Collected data
_____

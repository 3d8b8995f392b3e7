package order

import (
	"cmp"
	"slices"
)

// sorting is the order of 0..n−1 by a 64-bit key, then by tie (if there is one), then
// by the number itself. Each number travels with the leading 32 bits in which the keys
// differ, in one word: three passes of a radix sort over 8 bytes instead of six over
// 16. Runs that agree in those bits are sorted again by the rest. O(n) but for ties.
type sorting struct {
	key func(i uint32) uint64
	tie func(i, j uint32) int
}

const (
	radixBits = 11
	runSmall  = 24 // runs up to here are sorted by insertion
	runRadix  = 1 << 12
)

// sort fills items with words whose low half are 0..n−1 in order; other is scratch of
// the same length n < 2^32.
func (s *sorting) sort(items, other []uint64) {
	for i := range items {
		items[i] = uint64(i)
	}
	s.span(items, other)
}

// span sorts the numbers in the low halves of items.
func (s *sorting) span(items, other []uint64) {
	low, high, sorted := ^uint64(0), uint64(0), true
	last := uint64(0)
	for _, it := range items {
		k := s.key(uint32(it))
		low, high = min(low, k), max(high, k)
		sorted = sorted && last <= k
		last = k
	}
	shift := uint(0)
	for (high-low)>>shift > 1<<32-1 {
		shift++
	}
	switch {
	case low == high && s.tie == nil, len(items) < 2:
		return
	case low == high:
		slices.SortFunc(items, s.compare)
		return
	case sorted && s.tie == nil:
		return
	}
	for i, it := range items {
		items[i] = (s.key(uint32(it))-low)>>shift<<32 | it&(1<<32-1)
	}
	radix(items, other)
	if shift > 0 || s.tie != nil {
		s.refine(items, other)
	}
}

// radix sorts words by their high halves, stably; the result is in items.
func radix(items, other []uint64) {
	const size = 1 << radixBits
	var counts [3][size]uint32
	for _, it := range items {
		counts[0][it>>32&(size-1)]++
		counts[1][it>>(32+radixBits)&(size-1)]++
		counts[2][it>>(32+2*radixBits)]++
	}
	from, to := items, other
	for pass := range counts {
		count, shift := &counts[pass], uint(32+pass*radixBits)
		if int(count[from[0]>>shift&(size-1)]) == len(from) {
			continue
		}
		sum := uint32(0)
		for d, c := range count {
			count[d], sum = sum, sum+c
		}
		for _, it := range from {
			d := it >> shift & (size - 1)
			to[count[d]] = it
			count[d]++
		}
		from, to = to, from
	}
	if &from[0] != &items[0] {
		copy(items, from)
	}
}

// refine sorts the runs of equal high halves.
func (s *sorting) refine(items, other []uint64) {
	for i := 0; i < len(items); {
		j := i + 1
		for j < len(items) && items[j]>>32 == items[i]>>32 {
			j++
		}
		switch run := items[i:j]; {
		case len(run) > runRadix:
			s.span(run, other[i:j])
		case len(run) > runSmall:
			s.settle(run)
		case len(run) > 1:
			s.insertion(run)
		}
		i = j
	}
}

// settle sorts a run of some length; often it is all one value.
func (s *sorting) settle(run []uint64) {
	if !slices.IsSortedFunc(run, s.compare) {
		slices.SortFunc(run, s.compare)
	}
}

func (s *sorting) insertion(run []uint64) {
	for i := 1; i < len(run); i++ {
		for j := i; j > 0 && s.compare(run[j-1], run[j]) > 0; j-- {
			run[j-1], run[j] = run[j], run[j-1]
		}
	}
}

func (s *sorting) compare(a, b uint64) int {
	i, j := uint32(a), uint32(b)
	if c := cmp.Compare(s.key(i), s.key(j)); c != 0 {
		return c
	}
	if s.tie != nil {
		if c := s.tie(i, j); c != 0 {
			return c
		}
	}
	return cmp.Compare(i, j)
}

_____

EXERCISE - Each entry should be reproduced in the output exactly.

EXPECTED OUTPUT -
repository 3d8b8995f392b3e7
package order

import (
	"cmp"
	"slices"
)

// sorting is the order of 0..n−1 by a 64-bit key, then by tie (if there is one), then
// by the number itself. Each number travels with the leading 32 bits in which the keys
// differ, in one word: three passes of a radix sort over 8 bytes instead of six over
// 16. Runs that agree in those bits are sorted again by the rest. O(n) but for ties.
type sorting struct {
	key func(i uint32) uint64
	tie func(i, j uint32) int
}

const (
	radixBits = 11
	runSmall  = 24 // runs up to here are sorted by insertion
	runRadix  = 1 << 12
)

// sort fills items with words whose low half are 0..n−1 in order; other is scratch of
// the same length n < 2^32.
func (s *sorting) sort(items, other []uint64) {
	for i := range items {
		items[i] = uint64(i)
	}
	s.span(items, other)
}

// span sorts the numbers in the low halves of items.
func (s *sorting) span(items, other []uint64) {
	low, high, sorted := ^uint64(0), uint64(0), true
	last := uint64(0)
	for _, it := range items {
		k := s.key(uint32(it))
		low, high = min(low, k), max(high, k)
		sorted = sorted && last <= k
		last = k
	}
	shift := uint(0)
	for (high-low)>>shift > 1<<32-1 {
		shift++
	}
	switch {
	case low == high && s.tie == nil, len(items) < 2:
		return
	case low == high:
		slices.SortFunc(items, s.compare)
		return
	case sorted && s.tie == nil:
		return
	}
	for i, it := range items {
		items[i] = (s.key(uint32(it))-low)>>shift<<32 | it&(1<<32-1)
	}
	radix(items, other)
	if shift > 0 || s.tie != nil {
		s.refine(items, other)
	}
}

// radix sorts words by their high halves, stably; the result is in items.
func radix(items, other []uint64) {
	const size = 1 << radixBits
	var counts [3][size]uint32
	for _, it := range items {
		counts[0][it>>32&(size-1)]++
		counts[1][it>>(32+radixBits)&(size-1)]++
		counts[2][it>>(32+2*radixBits)]++
	}
	from, to := items, other
	for pass := range counts {
		count, shift := &counts[pass], uint(32+pass*radixBits)
		if int(count[from[0]>>shift&(size-1)]) == len(from) {
			continue
		}
		sum := uint32(0)
		for d, c := range count {
			count[d], sum = sum, sum+c
		}
		for _, it := range from {
			d := it >> shift & (size - 1)
			to[count[d]] = it
			count[d]++
		}
		from, to = to, from
	}
	if &from[0] != &items[0] {
		copy(items, from)
	}
}

// refine sorts the runs of equal high halves.
func (s *sorting) refine(items, other []uint64) {
	for i := 0; i < len(items); {
		j := i + 1
		for j < len(items) && items[j]>>32 == items[i]>>32 {
			j++
		}
		switch run := items[i:j]; {
		case len(run) > runRadix:
			s.span(run, other[i:j])
		case len(run) > runSmall:
			s.settle(run)
		case len(run) > 1:
			s.insertion(run)
		}
		i = j
	}
}

// settle sorts a run of some length; often it is all one value.
func (s *sorting) settle(run []uint64) {
	if !slices.IsSortedFunc(run, s.compare) {
		slices.SortFunc(run, s.compare)
	}
}

func (s *sorting) insertion(run []uint64) {
	for i := 1; i < len(run); i++ {
		for j := i; j > 0 && s.compare(run[j-1], run[j]) > 0; j-- {
			run[j-1], run[j] = run[j], run[j-1]
		}
	}
}

func (s *sorting) compare(a, b uint64) int {
	i, j := uint32(a), uint32(b)
	if c := cmp.Compare(s.key(i), s.key(j)); c != 0 {
		return c
	}
	if s.tie != nil {
		if c := s.tie(i, j); c != 0 {
			return c
		}
	}
	return cmp.Compare(i, j)
}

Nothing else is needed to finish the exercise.